• _WORK REQUIRED_: Please repeat the records, word for word and without gaps.

GIVEN ENTRIES START

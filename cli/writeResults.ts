/**
 * Writes result files so that a run leaves either all of them or none: everything goes into a temporary sibling
 * folder first, which is renamed into place at the end (same parent, hence same file system, so rename is atomic).
 * When the output folder already exists, each file is renamed into it one by one — files of other names in it are
 * left alone, and each replaced file is swapped atomically.
 */
import { existsSync, mkdirSync, mkdtempSync, renameSync, rmSync, rmdirSync, statSync, writeFileSync } from 'node:fs';
import { tmpdir } from 'node:os';
import { basename, dirname, join, resolve } from 'node:path';
import { CliError } from './errors';

/**
 * Checks, before a run starts, that `dir` can become the output folder: it is not a file, no existing ancestor is a
 * file, and a folder can be created in the nearest existing one (tried with an empty folder, removed at once), so
 * that `--out /proc/x` or a read-only disk is refused before hours of computing, not after.
 */
export function checkOutputDir(dir: string): void {
  const p = resolve(dir);
  if (existsSync(p) && !statSync(p).isDirectory()) throw new CliError(`--out ${dir}: exists and is not a folder`);
  let existing = p;
  while (!existsSync(existing)) {
    const parent = dirname(existing);
    if (parent === existing) break;
    existing = parent;
  }
  if (existsSync(existing) && !statSync(existing).isDirectory())
    throw new CliError(`--out ${dir}: ${existing} is a file, not a folder`);
  try {
    rmdirSync(mkdtempSync(join(existing, '.tenuis-write-test-')));
  } catch (e) {
    const code = (e as NodeJS.ErrnoException).code ?? (e as Error).message;
    throw new CliError(`--out ${dir}: cannot create or write a folder in ${existing} (${code}); choose another folder`);
  }
}

/**
 * Keeps files that could not be written where asked in a new folder under the system's temporary folder; returns
 * its path, or null when even that fails.
 */
function keepElsewhere(files: Readonly<Record<string, string>>): string | null {
  try {
    const rescue = mkdtempSync(join(tmpdir(), 'tenuis-results-'));
    for (const [name, text] of Object.entries(files)) writeFileSync(join(rescue, name), text, 'utf8');
    return rescue;
  } catch {
    return null;
  }
}

/** Writes `files` (name → text, UTF-8) into `dir` all together or not at all. */
export function writeResultsAtomically(dir: string, files: Readonly<Record<string, string>>): void {
  const target = resolve(dir);
  const parent = dirname(target);
  let staging: string;
  try {
    mkdirSync(parent, { recursive: true });
    staging = mkdtempSync(join(parent, `.${basename(target)}.partial-`));
  } catch (e) {
    throw notWritten(dir, e, files);
  }
  try {
    for (const [name, text] of Object.entries(files)) writeFileSync(join(staging, name), text, 'utf8');
    if (!existsSync(target)) {
      renameSync(staging, target);
      return;
    }
    for (const name of Object.keys(files)) renameSync(join(staging, name), join(target, name));
    rmSync(staging, { recursive: true, force: true });
  } catch (e) {
    rmSync(staging, { recursive: true, force: true });
    throw notWritten(dir, e, files);
  }
}

/** The error of results that could not be written: they are kept in a temporary folder, and the message says where. */
function notWritten(dir: string, e: unknown, files: Readonly<Record<string, string>>): CliError {
  const rescue = keepElsewhere(files);
  return new CliError(
    `could not write the results into ${dir}: ${(e as Error).message}; ${rescue ? `they are kept in ${rescue}` : 'nor into the temporary folder: they are lost'}`,
  );
}

/** Writes one binary file via a temporary sibling and a rename, so it is either complete or absent. */
export function writeBinaryAtomically(path: string, data: ArrayBuffer): void {
  const target = resolve(path);
  mkdirSync(dirname(target), { recursive: true });
  const temp = `${target}.partial-${process.pid}`;
  try {
    writeFileSync(temp, new Uint8Array(data));
    renameSync(temp, target);
  } catch (e) {
    rmSync(temp, { force: true });
    throw new CliError(`could not write ${path}: ${(e as Error).message}`);
  }
}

GIVEN ENTRIES END

• _EXERCISE ANSWER_:
filename cli/writeResults.ts
/**
 * Writes result files so that a run leaves either all of them or none: everything goes into a temporary sibling
 * folder first, which is renamed into place at the end (same parent, hence same file system, so rename is atomic).
 * When the output folder already exists, each file is renamed into it one by one — files of other names in it are
 * left alone, and each replaced file is swapped atomically.
 */
import { existsSync, mkdirSync, mkdtempSync, renameSync, rmSync, rmdirSync, statSync, writeFileSync } from 'node:fs';
import { tmpdir } from 'node:os';
import { basename, dirname, join, resolve } from 'node:path';
import { CliError } from './errors';

/**
 * Checks, before a run starts, that `dir` can become the output folder: it is not a file, no existing ancestor is a
 * file, and a folder can be created in the nearest existing one (tried with an empty folder, removed at once), so
 * that `--out /proc/x` or a read-only disk is refused before hours of computing, not after.
 */
export function checkOutputDir(dir: string): void {
  const p = resolve(dir);
  if (existsSync(p) && !statSync(p).isDirectory()) throw new CliError(`--out ${dir}: exists and is not a folder`);
  let existing = p;
  while (!existsSync(existing)) {
    const parent = dirname(existing);
    if (parent === existing) break;
    existing = parent;
  }
  if (existsSync(existing) && !statSync(existing).isDirectory())
    throw new CliError(`--out ${dir}: ${existing} is a file, not a folder`);
  try {
    rmdirSync(mkdtempSync(join(existing, '.tenuis-write-test-')));
  } catch (e) {
    const code = (e as NodeJS.ErrnoException).code ?? (e as Error).message;
    throw new CliError(`--out ${dir}: cannot create or write a folder in ${existing} (${code}); choose another folder`);
  }
}

/**
 * Keeps files that could not be written where asked in a new folder under the system's temporary folder; returns
 * its path, or null when even that fails.
 */
function keepElsewhere(files: Readonly<Record<string, string>>): string | null {
  try {
    const rescue = mkdtempSync(join(tmpdir(), 'tenuis-results-'));
    for (const [name, text] of Object.entries(files)) writeFileSync(join(rescue, name), text, 'utf8');
    return rescue;
  } catch {
    return null;
  }
}

/** Writes `files` (name → text, UTF-8) into `dir` all together or not at all. */
export function writeResultsAtomically(dir: string, files: Readonly<Record<string, string>>): void {
  const target = resolve(dir);
  const parent = dirname(target);
  let staging: string;
  try {
    mkdirSync(parent, { recursive: true });
    staging = mkdtempSync(join(parent, `.${basename(target)}.partial-`));
  } catch (e) {
    throw notWritten(dir, e, files);
  }
  try {
    for (const [name, text] of Object.entries(files)) writeFileSync(join(staging, name), text, 'utf8');
    if (!existsSync(target)) {
      renameSync(staging, target);
      return;
    }
    for (const name of Object.keys(files)) renameSync(join(staging, name), join(target, name));
    rmSync(staging, { recursive: true, force: true });
  } catch (e) {
    rmSync(staging, { recursive: true, force: true });
    throw notWritten(dir, e, files);
  }
}

/** The error of results that could not be written: they are kept in a temporary folder, and the message says where. */
function notWritten(dir: string, e: unknown, files: Readonly<Record<string, string>>): CliError {
  const rescue = keepElsewhere(files);
  return new CliError(
    `could not write the results into ${dir}: ${(e as Error).message}; ${rescue ? `they are kept in ${rescue}` : 'nor into the temporary folder: they are lost'}`,
  );
}

/** Writes one binary file via a temporary sibling and a rename, so it is either complete or absent. */
export function writeBinaryAtomically(path: string, data: ArrayBuffer): void {
  const target = resolve(path);
  mkdirSync(dirname(target), { recursive: true });
  const temp = `${target}.partial-${process.pid}`;
  try {
    writeFileSync(temp, new Uint8Array(data));
    renameSync(temp, target);
  } catch (e) {
    rmSync(temp, { force: true });
    throw new CliError(`could not write ${path}: ${(e as Error).message}`);
  }
}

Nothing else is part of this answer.